THE DATA:
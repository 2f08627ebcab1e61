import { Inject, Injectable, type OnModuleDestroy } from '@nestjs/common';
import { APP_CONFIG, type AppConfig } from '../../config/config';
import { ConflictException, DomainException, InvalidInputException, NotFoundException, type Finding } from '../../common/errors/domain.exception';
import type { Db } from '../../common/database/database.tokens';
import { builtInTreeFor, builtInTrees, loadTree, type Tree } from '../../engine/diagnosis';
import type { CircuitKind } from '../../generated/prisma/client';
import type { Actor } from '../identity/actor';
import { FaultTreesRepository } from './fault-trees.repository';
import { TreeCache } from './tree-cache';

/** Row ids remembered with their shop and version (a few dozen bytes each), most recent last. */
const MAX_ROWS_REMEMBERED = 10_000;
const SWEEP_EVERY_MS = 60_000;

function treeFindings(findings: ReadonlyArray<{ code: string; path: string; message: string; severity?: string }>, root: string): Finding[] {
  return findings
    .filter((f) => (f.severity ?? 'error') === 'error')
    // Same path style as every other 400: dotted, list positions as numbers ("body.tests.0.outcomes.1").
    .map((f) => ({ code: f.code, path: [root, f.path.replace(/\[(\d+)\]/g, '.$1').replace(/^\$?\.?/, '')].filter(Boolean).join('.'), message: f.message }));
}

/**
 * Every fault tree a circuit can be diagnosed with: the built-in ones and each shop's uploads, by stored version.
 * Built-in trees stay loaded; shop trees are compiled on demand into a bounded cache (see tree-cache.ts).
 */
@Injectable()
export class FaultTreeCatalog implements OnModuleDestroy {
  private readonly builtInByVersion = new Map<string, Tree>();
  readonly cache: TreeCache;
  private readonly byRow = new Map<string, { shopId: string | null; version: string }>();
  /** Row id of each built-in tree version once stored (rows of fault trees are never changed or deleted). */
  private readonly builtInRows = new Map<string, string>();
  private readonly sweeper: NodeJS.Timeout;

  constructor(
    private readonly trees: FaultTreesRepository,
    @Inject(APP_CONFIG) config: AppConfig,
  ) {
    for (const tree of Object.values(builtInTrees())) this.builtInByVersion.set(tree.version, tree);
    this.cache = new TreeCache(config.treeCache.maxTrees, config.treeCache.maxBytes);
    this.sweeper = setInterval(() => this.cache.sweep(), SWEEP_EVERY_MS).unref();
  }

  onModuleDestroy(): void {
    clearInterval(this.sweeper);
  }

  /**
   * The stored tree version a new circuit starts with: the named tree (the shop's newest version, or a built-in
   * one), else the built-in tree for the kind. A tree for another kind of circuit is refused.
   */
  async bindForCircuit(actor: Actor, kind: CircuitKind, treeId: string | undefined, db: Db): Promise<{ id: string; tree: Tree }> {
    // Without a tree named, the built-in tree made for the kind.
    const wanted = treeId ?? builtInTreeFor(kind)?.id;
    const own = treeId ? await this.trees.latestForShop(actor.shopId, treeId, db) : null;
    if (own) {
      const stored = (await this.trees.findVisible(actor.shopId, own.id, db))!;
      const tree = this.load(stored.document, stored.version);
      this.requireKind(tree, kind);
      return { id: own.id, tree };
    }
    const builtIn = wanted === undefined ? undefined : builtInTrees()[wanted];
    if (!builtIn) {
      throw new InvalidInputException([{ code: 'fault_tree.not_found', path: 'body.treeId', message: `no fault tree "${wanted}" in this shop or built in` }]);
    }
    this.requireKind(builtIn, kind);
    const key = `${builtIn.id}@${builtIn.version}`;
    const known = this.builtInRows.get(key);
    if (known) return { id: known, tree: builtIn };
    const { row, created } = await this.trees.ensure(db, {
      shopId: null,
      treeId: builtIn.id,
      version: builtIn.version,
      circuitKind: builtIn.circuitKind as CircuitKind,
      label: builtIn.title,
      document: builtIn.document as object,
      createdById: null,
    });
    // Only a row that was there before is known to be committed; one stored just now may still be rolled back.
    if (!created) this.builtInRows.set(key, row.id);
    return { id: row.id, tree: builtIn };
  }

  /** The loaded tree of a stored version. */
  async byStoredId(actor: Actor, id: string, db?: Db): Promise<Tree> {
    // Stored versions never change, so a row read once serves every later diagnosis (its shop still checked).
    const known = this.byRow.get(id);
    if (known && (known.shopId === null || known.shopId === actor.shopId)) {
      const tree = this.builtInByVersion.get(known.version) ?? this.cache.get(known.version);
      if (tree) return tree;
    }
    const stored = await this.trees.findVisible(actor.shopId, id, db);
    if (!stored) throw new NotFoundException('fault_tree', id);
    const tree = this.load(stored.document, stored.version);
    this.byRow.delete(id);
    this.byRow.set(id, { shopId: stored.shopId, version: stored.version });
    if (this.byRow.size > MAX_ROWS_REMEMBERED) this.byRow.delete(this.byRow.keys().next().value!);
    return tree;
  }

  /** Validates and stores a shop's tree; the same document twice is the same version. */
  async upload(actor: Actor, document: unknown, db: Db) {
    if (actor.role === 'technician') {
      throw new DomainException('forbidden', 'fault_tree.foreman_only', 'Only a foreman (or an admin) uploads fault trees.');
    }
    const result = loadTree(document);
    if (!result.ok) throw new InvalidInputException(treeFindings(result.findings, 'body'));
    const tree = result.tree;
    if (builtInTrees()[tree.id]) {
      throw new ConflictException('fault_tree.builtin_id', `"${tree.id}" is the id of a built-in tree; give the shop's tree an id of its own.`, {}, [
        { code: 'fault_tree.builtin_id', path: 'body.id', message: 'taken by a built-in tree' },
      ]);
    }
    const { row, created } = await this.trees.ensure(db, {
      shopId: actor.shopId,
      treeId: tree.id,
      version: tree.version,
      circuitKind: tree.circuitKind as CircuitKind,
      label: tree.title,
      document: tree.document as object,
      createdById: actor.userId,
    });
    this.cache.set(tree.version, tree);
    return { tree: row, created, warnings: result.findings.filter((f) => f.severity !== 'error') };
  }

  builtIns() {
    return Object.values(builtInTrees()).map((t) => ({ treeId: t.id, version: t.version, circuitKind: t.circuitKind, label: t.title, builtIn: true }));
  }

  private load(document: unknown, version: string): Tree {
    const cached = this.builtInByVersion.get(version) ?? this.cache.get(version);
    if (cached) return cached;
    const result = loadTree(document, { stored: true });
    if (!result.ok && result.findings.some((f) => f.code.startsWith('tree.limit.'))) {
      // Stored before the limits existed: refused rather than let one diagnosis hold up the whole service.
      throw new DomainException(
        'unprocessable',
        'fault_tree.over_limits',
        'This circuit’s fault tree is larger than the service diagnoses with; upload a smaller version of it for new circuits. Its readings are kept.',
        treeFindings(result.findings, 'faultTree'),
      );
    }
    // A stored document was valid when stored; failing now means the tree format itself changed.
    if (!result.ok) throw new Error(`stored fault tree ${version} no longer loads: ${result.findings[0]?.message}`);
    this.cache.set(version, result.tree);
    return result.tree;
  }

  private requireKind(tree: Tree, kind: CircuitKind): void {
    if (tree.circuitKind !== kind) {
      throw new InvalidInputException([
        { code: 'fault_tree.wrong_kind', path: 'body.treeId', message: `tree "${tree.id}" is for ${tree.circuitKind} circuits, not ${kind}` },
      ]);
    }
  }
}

PROBLEM TO WORK ON:
Copy out the whole listing exactly as given.

REPLY TO THE EXERCISE:
repository 2f08627ebcab1e61
import { Inject, Injectable, type OnModuleDestroy } from '@nestjs/common';
import { APP_CONFIG, type AppConfig } from '../../config/config';
import { ConflictException, DomainException, InvalidInputException, NotFoundException, type Finding } from '../../common/errors/domain.exception';
import type { Db } from '../../common/database/database.tokens';
import { builtInTreeFor, builtInTrees, loadTree, type Tree } from '../../engine/diagnosis';
import type { CircuitKind } from '../../generated/prisma/client';
import type { Actor } from '../identity/actor';
import { FaultTreesRepository } from './fault-trees.repository';
import { TreeCache } from './tree-cache';

/** Row ids remembered with their shop and version (a few dozen bytes each), most recent last. */
const MAX_ROWS_REMEMBERED = 10_000;
const SWEEP_EVERY_MS = 60_000;

function treeFindings(findings: ReadonlyArray<{ code: string; path: string; message: string; severity?: string }>, root: string): Finding[] {
  return findings
    .filter((f) => (f.severity ?? 'error') === 'error')
    // Same path style as every other 400: dotted, list positions as numbers ("body.tests.0.outcomes.1").
    .map((f) => ({ code: f.code, path: [root, f.path.replace(/\[(\d+)\]/g, '.$1').replace(/^\$?\.?/, '')].filter(Boolean).join('.'), message: f.message }));
}

/**
 * Every fault tree a circuit can be diagnosed with: the built-in ones and each shop's uploads, by stored version.
 * Built-in trees stay loaded; shop trees are compiled on demand into a bounded cache (see tree-cache.ts).
 */
@Injectable()
export class FaultTreeCatalog implements OnModuleDestroy {
  private readonly builtInByVersion = new Map<string, Tree>();
  readonly cache: TreeCache;
  private readonly byRow = new Map<string, { shopId: string | null; version: string }>();
  /** Row id of each built-in tree version once stored (rows of fault trees are never changed or deleted). */
  private readonly builtInRows = new Map<string, string>();
  private readonly sweeper: NodeJS.Timeout;

  constructor(
    private readonly trees: FaultTreesRepository,
    @Inject(APP_CONFIG) config: AppConfig,
  ) {
    for (const tree of Object.values(builtInTrees())) this.builtInByVersion.set(tree.version, tree);
    this.cache = new TreeCache(config.treeCache.maxTrees, config.treeCache.maxBytes);
    this.sweeper = setInterval(() => this.cache.sweep(), SWEEP_EVERY_MS).unref();
  }

  onModuleDestroy(): void {
    clearInterval(this.sweeper);
  }

  /**
   * The stored tree version a new circuit starts with: the named tree (the shop's newest version, or a built-in
   * one), else the built-in tree for the kind. A tree for another kind of circuit is refused.
   */
  async bindForCircuit(actor: Actor, kind: CircuitKind, treeId: string | undefined, db: Db): Promise<{ id: string; tree: Tree }> {
    // Without a tree named, the built-in tree made for the kind.
    const wanted = treeId ?? builtInTreeFor(kind)?.id;
    const own = treeId ? await this.trees.latestForShop(actor.shopId, treeId, db) : null;
    if (own) {
      const stored = (await this.trees.findVisible(actor.shopId, own.id, db))!;
      const tree = this.load(stored.document, stored.version);
      this.requireKind(tree, kind);
      return { id: own.id, tree };
    }
    const builtIn = wanted === undefined ? undefined : builtInTrees()[wanted];
    if (!builtIn) {
      throw new InvalidInputException([{ code: 'fault_tree.not_found', path: 'body.treeId', message: `no fault tree "${wanted}" in this shop or built in` }]);
    }
    this.requireKind(builtIn, kind);
    const key = `${builtIn.id}@${builtIn.version}`;
    const known = this.builtInRows.get(key);
    if (known) return { id: known, tree: builtIn };
    const { row, created } = await this.trees.ensure(db, {
      shopId: null,
      treeId: builtIn.id,
      version: builtIn.version,
      circuitKind: builtIn.circuitKind as CircuitKind,
      label: builtIn.title,
      document: builtIn.document as object,
      createdById: null,
    });
    // Only a row that was there before is known to be committed; one stored just now may still be rolled back.
    if (!created) this.builtInRows.set(key, row.id);
    return { id: row.id, tree: builtIn };
  }

  /** The loaded tree of a stored version. */
  async byStoredId(actor: Actor, id: string, db?: Db): Promise<Tree> {
    // Stored versions never change, so a row read once serves every later diagnosis (its shop still checked).
    const known = this.byRow.get(id);
    if (known && (known.shopId === null || known.shopId === actor.shopId)) {
      const tree = this.builtInByVersion.get(known.version) ?? this.cache.get(known.version);
      if (tree) return tree;
    }
    const stored = await this.trees.findVisible(actor.shopId, id, db);
    if (!stored) throw new NotFoundException('fault_tree', id);
    const tree = this.load(stored.document, stored.version);
    this.byRow.delete(id);
    this.byRow.set(id, { shopId: stored.shopId, version: stored.version });
    if (this.byRow.size > MAX_ROWS_REMEMBERED) this.byRow.delete(this.byRow.keys().next().value!);
    return tree;
  }

  /** Validates and stores a shop's tree; the same document twice is the same version. */
  async upload(actor: Actor, document: unknown, db: Db) {
    if (actor.role === 'technician') {
      throw new DomainException('forbidden', 'fault_tree.foreman_only', 'Only a foreman (or an admin) uploads fault trees.');
    }
    const result = loadTree(document);
    if (!result.ok) throw new InvalidInputException(treeFindings(result.findings, 'body'));
    const tree = result.tree;
    if (builtInTrees()[tree.id]) {
      throw new ConflictException('fault_tree.builtin_id', `"${tree.id}" is the id of a built-in tree; give the shop's tree an id of its own.`, {}, [
        { code: 'fault_tree.builtin_id', path: 'body.id', message: 'taken by a built-in tree' },
      ]);
    }
    const { row, created } = await this.trees.ensure(db, {
      shopId: actor.shopId,
      treeId: tree.id,
      version: tree.version,
      circuitKind: tree.circuitKind as CircuitKind,
      label: tree.title,
      document: tree.document as object,
      createdById: actor.userId,
    });
    this.cache.set(tree.version, tree);
    return { tree: row, created, warnings: result.findings.filter((f) => f.severity !== 'error') };
  }

  builtIns() {
    return Object.values(builtInTrees()).map((t) => ({ treeId: t.id, version: t.version, circuitKind: t.circuitKind, label: t.title, builtIn: true }));
  }

  private load(document: unknown, version: string): Tree {
    const cached = this.builtInByVersion.get(version) ?? this.cache.get(version);
    if (cached) return cached;
    const result = loadTree(document, { stored: true });
    if (!result.ok && result.findings.some((f) => f.code.startsWith('tree.limit.'))) {
      // Stored before the limits existed: refused rather than let one diagnosis hold up the whole service.
      throw new DomainException(
        'unprocessable',
        'fault_tree.over_limits',
        'This circuit’s fault tree is larger than the service diagnoses with; upload a smaller version of it for new circuits. Its readings are kept.',
        treeFindings(result.findings, 'faultTree'),
      );
    }
    // A stored document was valid when stored; failing now means the tree format itself changed.
    if (!result.ok) throw new Error(`stored fault tree ${version} no longer loads: ${result.findings[0]?.message}`);
    this.cache.set(version, result.tree);
    return result.tree;
  }

  private requireKind(tree: Tree, kind: CircuitKind): void {
    if (tree.circuitKind !== kind) {
      throw new InvalidInputException([
        { code: 'fault_tree.wrong_kind', path: 'body.treeId', message: `tree "${tree.id}" is for ${tree.circuitKind} circuits, not ${kind}` },
      ]);
    }
  }
}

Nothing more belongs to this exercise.